### Records to use
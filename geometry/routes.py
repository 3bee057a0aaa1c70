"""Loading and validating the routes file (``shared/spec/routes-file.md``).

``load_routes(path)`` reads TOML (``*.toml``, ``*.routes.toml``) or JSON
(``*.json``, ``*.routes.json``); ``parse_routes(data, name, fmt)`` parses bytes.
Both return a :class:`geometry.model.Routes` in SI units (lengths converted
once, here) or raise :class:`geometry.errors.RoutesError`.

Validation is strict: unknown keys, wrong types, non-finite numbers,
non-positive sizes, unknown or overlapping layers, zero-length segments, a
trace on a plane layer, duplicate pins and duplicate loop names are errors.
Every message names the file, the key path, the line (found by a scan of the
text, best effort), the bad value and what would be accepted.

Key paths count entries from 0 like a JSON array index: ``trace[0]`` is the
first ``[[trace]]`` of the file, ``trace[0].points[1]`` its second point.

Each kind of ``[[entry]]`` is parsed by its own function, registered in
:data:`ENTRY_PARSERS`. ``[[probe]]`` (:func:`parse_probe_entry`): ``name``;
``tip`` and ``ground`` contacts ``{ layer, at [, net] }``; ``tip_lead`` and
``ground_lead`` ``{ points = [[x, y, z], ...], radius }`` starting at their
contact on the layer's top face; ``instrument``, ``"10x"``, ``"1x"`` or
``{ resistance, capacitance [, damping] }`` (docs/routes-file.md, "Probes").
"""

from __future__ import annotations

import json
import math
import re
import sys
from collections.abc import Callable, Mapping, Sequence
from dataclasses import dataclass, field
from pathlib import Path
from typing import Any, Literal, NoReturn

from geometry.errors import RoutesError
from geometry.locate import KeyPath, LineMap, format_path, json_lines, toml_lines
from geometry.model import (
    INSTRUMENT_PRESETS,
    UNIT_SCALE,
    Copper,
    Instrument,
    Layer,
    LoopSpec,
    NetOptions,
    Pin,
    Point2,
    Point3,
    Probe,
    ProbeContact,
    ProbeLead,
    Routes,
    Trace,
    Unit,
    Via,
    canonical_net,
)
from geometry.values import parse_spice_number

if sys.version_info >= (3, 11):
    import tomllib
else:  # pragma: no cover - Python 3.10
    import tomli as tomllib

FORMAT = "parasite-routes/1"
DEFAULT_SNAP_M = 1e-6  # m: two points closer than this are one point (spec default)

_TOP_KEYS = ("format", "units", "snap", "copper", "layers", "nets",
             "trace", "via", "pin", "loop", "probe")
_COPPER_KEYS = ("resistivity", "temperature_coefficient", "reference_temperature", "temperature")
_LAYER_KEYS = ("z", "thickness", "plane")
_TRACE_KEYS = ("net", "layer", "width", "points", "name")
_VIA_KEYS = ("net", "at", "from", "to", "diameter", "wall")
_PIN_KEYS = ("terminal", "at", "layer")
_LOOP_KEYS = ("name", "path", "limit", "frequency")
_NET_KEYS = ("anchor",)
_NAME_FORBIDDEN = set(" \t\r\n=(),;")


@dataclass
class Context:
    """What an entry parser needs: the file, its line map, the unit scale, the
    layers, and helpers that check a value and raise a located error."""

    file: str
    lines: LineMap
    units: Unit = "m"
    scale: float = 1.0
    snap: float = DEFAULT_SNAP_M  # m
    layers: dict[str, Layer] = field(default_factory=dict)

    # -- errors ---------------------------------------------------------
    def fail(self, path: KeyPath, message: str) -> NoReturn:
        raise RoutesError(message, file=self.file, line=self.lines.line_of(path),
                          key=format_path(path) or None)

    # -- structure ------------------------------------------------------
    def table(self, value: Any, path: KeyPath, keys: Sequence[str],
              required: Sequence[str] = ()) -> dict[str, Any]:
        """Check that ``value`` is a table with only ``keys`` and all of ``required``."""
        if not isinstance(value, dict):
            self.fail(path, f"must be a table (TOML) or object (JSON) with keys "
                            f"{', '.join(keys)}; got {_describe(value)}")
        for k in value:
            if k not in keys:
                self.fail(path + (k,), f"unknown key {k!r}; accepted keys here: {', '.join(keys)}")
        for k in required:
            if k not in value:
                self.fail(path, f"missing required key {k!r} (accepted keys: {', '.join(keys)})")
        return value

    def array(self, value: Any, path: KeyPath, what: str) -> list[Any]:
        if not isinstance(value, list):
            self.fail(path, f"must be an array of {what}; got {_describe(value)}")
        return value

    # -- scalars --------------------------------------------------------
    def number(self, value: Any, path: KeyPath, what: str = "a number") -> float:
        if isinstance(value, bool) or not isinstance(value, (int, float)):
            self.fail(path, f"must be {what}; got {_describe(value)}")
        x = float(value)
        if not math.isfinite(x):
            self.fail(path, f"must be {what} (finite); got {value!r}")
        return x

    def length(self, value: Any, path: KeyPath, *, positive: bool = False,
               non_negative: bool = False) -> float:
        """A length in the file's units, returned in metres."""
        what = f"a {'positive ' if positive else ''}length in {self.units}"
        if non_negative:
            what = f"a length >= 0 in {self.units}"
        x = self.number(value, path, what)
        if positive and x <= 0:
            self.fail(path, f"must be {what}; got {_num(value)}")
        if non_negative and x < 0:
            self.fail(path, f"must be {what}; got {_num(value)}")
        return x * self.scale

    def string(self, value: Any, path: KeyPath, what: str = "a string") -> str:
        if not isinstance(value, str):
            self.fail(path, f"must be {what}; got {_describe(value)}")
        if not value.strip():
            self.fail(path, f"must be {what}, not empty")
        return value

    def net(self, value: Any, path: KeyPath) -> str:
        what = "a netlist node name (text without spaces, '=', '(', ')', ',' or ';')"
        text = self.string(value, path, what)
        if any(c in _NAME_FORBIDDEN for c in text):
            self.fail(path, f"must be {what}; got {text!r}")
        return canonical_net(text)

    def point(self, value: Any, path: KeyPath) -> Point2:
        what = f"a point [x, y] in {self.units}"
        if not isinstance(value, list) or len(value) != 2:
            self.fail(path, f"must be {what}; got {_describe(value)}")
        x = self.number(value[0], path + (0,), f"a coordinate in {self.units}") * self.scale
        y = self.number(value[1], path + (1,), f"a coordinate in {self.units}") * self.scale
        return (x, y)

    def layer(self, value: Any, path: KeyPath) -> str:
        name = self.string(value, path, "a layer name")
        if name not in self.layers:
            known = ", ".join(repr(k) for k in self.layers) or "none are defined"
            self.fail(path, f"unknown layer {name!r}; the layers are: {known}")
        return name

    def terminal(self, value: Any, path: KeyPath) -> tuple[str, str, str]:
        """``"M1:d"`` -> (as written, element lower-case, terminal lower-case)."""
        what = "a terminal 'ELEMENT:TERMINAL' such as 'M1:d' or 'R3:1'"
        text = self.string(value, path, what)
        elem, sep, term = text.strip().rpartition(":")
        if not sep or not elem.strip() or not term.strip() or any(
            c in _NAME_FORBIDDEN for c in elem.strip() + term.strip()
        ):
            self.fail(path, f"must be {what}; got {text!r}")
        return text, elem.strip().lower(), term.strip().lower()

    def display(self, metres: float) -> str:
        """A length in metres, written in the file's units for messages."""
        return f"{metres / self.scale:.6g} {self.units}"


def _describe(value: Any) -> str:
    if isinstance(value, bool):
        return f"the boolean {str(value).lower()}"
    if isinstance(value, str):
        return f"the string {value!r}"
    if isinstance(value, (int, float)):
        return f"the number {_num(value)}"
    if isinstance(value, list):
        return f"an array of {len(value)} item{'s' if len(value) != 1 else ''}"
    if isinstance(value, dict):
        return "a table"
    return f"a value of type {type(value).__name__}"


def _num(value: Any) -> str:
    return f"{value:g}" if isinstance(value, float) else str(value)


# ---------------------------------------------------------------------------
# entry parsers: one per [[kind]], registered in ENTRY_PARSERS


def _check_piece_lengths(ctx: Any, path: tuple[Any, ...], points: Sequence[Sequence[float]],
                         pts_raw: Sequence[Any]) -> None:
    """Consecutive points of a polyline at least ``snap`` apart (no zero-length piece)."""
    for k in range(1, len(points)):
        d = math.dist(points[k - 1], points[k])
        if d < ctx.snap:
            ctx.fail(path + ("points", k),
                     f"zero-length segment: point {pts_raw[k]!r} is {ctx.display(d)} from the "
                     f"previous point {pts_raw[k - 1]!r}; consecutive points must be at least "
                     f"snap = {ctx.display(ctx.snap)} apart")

### What the task requires
Locate all lines in the listing above with the word "terminal". Copy them.

### Result of the task
_PIN_KEYS = ("terminal", "at", "layer")
    def terminal(self, value: Any, path: KeyPath) -> tuple[str, str, str]:
        """``"M1:d"`` -> (as written, element lower-case, terminal lower-case)."""
        what = "a terminal 'ELEMENT:TERMINAL' such as 'M1:d' or 'R3:1'"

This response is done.